Posted: 03/27/2012 2:12 pm

When the Charter for Compassion was launched in November 2009, I didn't know that by 2012 more than 85,000 people would have affirmed it online or that we would have 150 active partners around the world. I did know that if we were to make the Charter something more than a call to action, we'd have to come up with practical, sustainable, creative and realistic ways to bring compassion back to the center of our world consciousness.

We've made great strides in a surprising number of areas.

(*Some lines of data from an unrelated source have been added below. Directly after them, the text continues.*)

import 'server-only';
import type { Knex } from 'knex';
import { formatDuration } from '@/lib/runtime';
import { plainTextOf } from '@/lib/scripts/plain-text';
import type { ScriptDoc } from '@/lib/scripts/schemas';
import type { SnapshotDeliverable } from './snapshot';

type Row = {
  id: string;
  sponsor_name: string;
  segment_id: string | null;
  talking_points: ScriptDoc | null;
  must_say: unknown;
  disclosure: string;
  placement_kind: 'starts_before' | 'within_percent' | null;
  placement_value: number | null;
};

/** The placement rule in the words the deal page uses. */
function placementRule(r: Row): string {
  if (r.placement_kind === 'starts_before' && r.placement_value !== null) return `starts before ${formatDuration(r.placement_value)}`;
  if (r.placement_kind === 'within_percent' && r.placement_value !== null) return `within the first ${r.placement_value} %`;
  return 'none';
}

/**
 * The sponsor deliverables of an episode for its handoff snapshot, in one statement inside the lock's
 * transaction: what the Editor may read (no fee or terms). Talking points become their plain lines,
 * followed by each must-say phrase; `startOf` gives a segment's forecast start in seconds.
 */
export async function listSnapshotDeliverables(
  trx: Knex.Transaction,
  episodeId: string,
  startOf: (segmentId: string) => number | null,
): Promise<SnapshotDeliverable[]> {
  const rows: Row[] = await trx('deliverables as x')
    .join('sponsor_deals as d', 'd.id', 'x.deal_id')
    .join('sponsors as sp', 'sp.id', 'd.sponsor_id')
    .where('x.episode_id', episodeId)
    .orderBy('x.created_at')
    .orderBy('x.id')
    .select('x.id', 'sp.name as sponsor_name', 'x.segment_id', 'x.talking_points', 'x.must_say', 'x.disclosure', 'x.placement_kind', 'x.placement_value');
  return rows.map((r) => {
    const points = r.talking_points ? plainTextOf(r.talking_points).split('\n').map((l) => l.trim()).filter(Boolean) : [];
    const mustSay = Array.isArray(r.must_say) ? r.must_say.filter((s): s is string => typeof s === 'string' && s.trim() !== '') : [];
    return {
      id: r.id,
      sponsorName: r.sponsor_name,
      segmentId: r.segment_id,
      talkingPoints: [...points, ...mustSay.map((s) => `Must say: “${s}”`)],
      disclosure: r.disclosure,
      placementRule: placementRule(r),
      forecastStartSeconds: r.segment_id ? startOf(r.segment_id) : null,
    };
  });
}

The Compassionate Cities campaign, which requires a detailed 10-year plan from all applicants, now has more than 70 cities worldwide in the process. Officially compassionate cities already range in location and size from farming town Khairo Dero in Pakistan to the American heartland, Louisville, Ky., where the mayor has is determined to set a world's record in compassionate acts during a week of service in April.

The Charter has been translated for children and around the globe there are already 15 officially compassionate schools and many more using compassionate curricula developed for all age levels. In Pakistan, one of the most active Charter partners, just one of the many extraordinary things they have done is to introduce a compassionate character into the Pakistani Sesame Street, Sim Sim Harama. Pakistan is working closely with Jordan, on the other side of the Gulf, in education efforts. In Jordan one compassionate school is housed in a tent and follows nomads through the Jordanian desert. The two Charter groups plan to expand the number to 5,000 within six years.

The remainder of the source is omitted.